How many times when we are doing genealogical research do we "round up the usual suspects?" What I mean by this is how many times do we go back to looking at a particular individual or individuals that seem to elude our research efforts but approach the search, again and again, in the usual way?

In the Casablanca movie, this phrase is used by Captain Renault to avoid doing a "real" investigation. But from my standpoint, the issue is doing the same research over again and again, without making any progress. In a sense, through inertia or otherwise, we avoid doing a real investigation.

So how do we avoid rounding up the usual suspects? In genealogical jargon, we talk about breaking down the brick wall, but what is really involved is approaching the problem in different ways and looking at sources that my have been ignored or completely unknown.

Here are some basic rules for avoiding the usual suspects:

Rule One: Move back one generation or more
Whenever I suggest this to someone, I can see in their eyes that they are immediately rejecting the suggestion out of hand.

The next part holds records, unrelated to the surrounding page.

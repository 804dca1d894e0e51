import { describe, expect, it } from 'vitest';
import {
  normaliseTaskScores,
  probabilityOfImprovement,
  PROFILE_POINTS,
  taskAggregates,
  type TaskScore,
} from '../../src/analysis/tasks.js';

const settings = { level: 0.95, resamples: 2000, seed: 1 };

describe('taskAggregates', () => {
  it('IQM of all task x run scores: METHODS.md check 0.617 (fractional interquartile mean)', () => {
    const values = [0.05, 0.31, 0.42, 0.48, 0.55, 0.61, 0.77, 0.93, 1.2, 2.5];
    const scores: TaskScore[] = values.map((value, i) => ({ task: i < 5 ? 't1' : 't2', group: 'g', value }));
    const [agg] = taskAggregates('acc', 'max', ['g'], scores, new Map(), settings);
    expect(agg?.interquartileMean).toBeCloseTo(0.617, 12);
    expect(agg?.tasks).toBe(2);
    expect(agg?.low).toBeLessThan(0.617);
    expect(agg?.high).toBeGreaterThan(0.617);
    expect(agg?.probabilityOfImprovement).toBeNull();
    expect(agg?.profile.thresholds).toHaveLength(PROFILE_POINTS);
    expect(agg?.profile.thresholds[0]).toBe(0.05);
    expect(agg?.profile.thresholds[PROFILE_POINTS - 1]).toBe(2.5);
    expect(agg?.profile.fraction[0]).toBe(0.9); // 9 of 10 scores above the smallest
    expect(agg?.profile.fraction[PROFILE_POINTS - 1]).toBe(0);
  });

  it('probability of improvement averaged over tasks, in the goal direction', () => {
    const scores: TaskScore[] = [
      ...[1, 2, 3].map((value) => ({ task: 'a', group: 'base', value })),
      ...[2, 3, 4].map((value) => ({ task: 'a', group: 'ours', value })),
      ...[5, 6].map((value) => ({ task: 'b', group: 'base', value })),
      ...[1, 2].map((value) => ({ task: 'b', group: 'ours', value })),
    ];
    const aggs = taskAggregates('acc', 'max', ['base', 'ours'], scores, new Map([['ours', 'base']]), settings);
    // task a: pairs (x > y) 6, ties 2 -> (6 + 1) / 9 = 7/9; task b: 0. Average 7/18.
    expect(aggs[1]?.probabilityOfImprovement).toBeCloseTo(7 / 18, 14);
    expect(aggs[1]?.baseline).toBe('base');
    const min = taskAggregates('loss', 'min', ['base', 'ours'], scores, new Map([['ours', 'base']]), settings);
    expect(min[1]?.probabilityOfImprovement).toBeCloseTo((2 / 9 + 1) / 2, 14);
  });

  it('probabilityOfImprovement counts ties as one half', () => {
    expect(probabilityOfImprovement([1, 2], [2], 'max')).toBe(0.25);
    expect(probabilityOfImprovement([1, 2], [2], 'min')).toBe(0.75);
  });
});

describe('normaliseTaskScores (METHODS.md: min-max per task over all runs, only tasks every group has)', () => {
  it('puts each task on [0, 1] from its own smallest and largest score (first principles)', () => {
    const scores: TaskScore[] = [
      { task: 'points', group: 'base', value: 100 },
      { task: 'points', group: 'ours', value: 300 },
      { task: 'points', group: 'ours', value: 200 },
      { task: 'fraction', group: 'base', value: 0.5 },
      { task: 'fraction', group: 'ours', value: 0.7 },
      { task: 'flat', group: 'base', value: 3 },
      { task: 'flat', group: 'ours', value: 3 },
      { task: 'only-base', group: 'base', value: 9 },
    ];
    const frozen = Object.freeze(scores.map((s) => Object.freeze({ ...s })));
    const out = normaliseTaskScores(frozen, ['base', 'ours']);
    expect(out.leftOut).toEqual(['only-base']);
    expect(out.scores.map((s) => [s.task, s.group, s.value])).toEqual([
      ['points', 'base', 0],
      ['points', 'ours', 1],
      ['points', 'ours', 0.5],
      ['fraction', 'base', 0],
      ['fraction', 'ours', 1],
      ['flat', 'base', 0],
      ['flat', 'ours', 0],
    ]);
  });

  it('makes the interquartile mean weigh a task in hundreds and one in fractions alike', () => {
    // Two tasks, two groups, two runs each; 'ours' is the best run on both tasks by the same share of
    // the task's range, so after normalisation both groups have the same scores on both tasks.
    const scores: TaskScore[] = [
      ...[100, 300].map((value) => ({ task: 'points', group: 'base', value })),
      ...[200, 300].map((value) => ({ task: 'points', group: 'ours', value })),
      ...[0.1, 0.3].map((value) => ({ task: 'fraction', group: 'base', value })),
      ...[0.2, 0.3].map((value) => ({ task: 'fraction', group: 'ours', value })),
    ];
    const normal = normaliseTaskScores(scores, ['base', 'ours']);
    const aggs = taskAggregates('acc', 'max', ['base', 'ours'], normal.scores, new Map(), {
      ...settings,
      leftOut: normal.leftOut,
    });
    // base: [0, 1, 0, 1] → IQM (fractional, 25% trimmed each end of 4) = mean of the middle two = 0.5.
    expect(aggs[0]?.interquartileMean).toBeCloseTo(0.5, 12);
    // ours: [0.5, 1, 0.5, 1] → middle two 0.5 and 1 → 0.75.
    expect(aggs[1]?.interquartileMean).toBeCloseTo(0.75, 12);
    expect(aggs[1]?.normalisation).toBe('min-max per task');
    expect(aggs[1]?.leftOut).toEqual([]);
  });
});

What I mean is to begin researching in depth in the generation preceding the target individual. The more you know about the children, brothers and sisters, nieces and nephews etc. of the target ancestor, the more likely you are to find your elusive ancestor. The challenge is that this takes work and most researchers are looking for the easy way out. No one wants to do the basic searching they need to really find out about the ancestor.

Rule Two: Expand the scope of your research
How much do you really know about the city, county, state, province, parish, etc. where you are searching? Have you read a county history? Do you know about the national or international events that occurred at the time of your search? What about migration patterns? The more you learn, the more likely you are to find suggested resources that may contain information about your ancestor.

Rule Three: Look at what you already have
Have you examined each document and source for all the information contained in the record? For example, have you looked at every section of each Census record to get suggestions? Such as occupation, ownership status, education, immigration? Think about what the record says and what it does not say.

Rule Four: Look for the obscure
What I mean by this is look for records that may contain information but are not those usually listed in genealogical research guides. For example, cemetery records may include a permit for burial, a receipt or contract for sale of the plot, a cemetery register and other records not normally listed. These more obscure, but useful records may be located onsite and may never have made their way online.

Rule Five: Widen your search
Look in adjacent counties or adjacent states. Try alternative spellings of names and widen the year spread. Don't rely on dates provided by previous researchers. One research problem I had was a person who was known to have served in World War I, but none of the U.S. Army databases for the War showed his name. I found the unit on a gravemarker and determined that he served in the Texas National Guard, which was activated by the Regular Army and there was whole history of his unit. So don't give up, widen the search.

Don't get caught rounding up the usual suspects.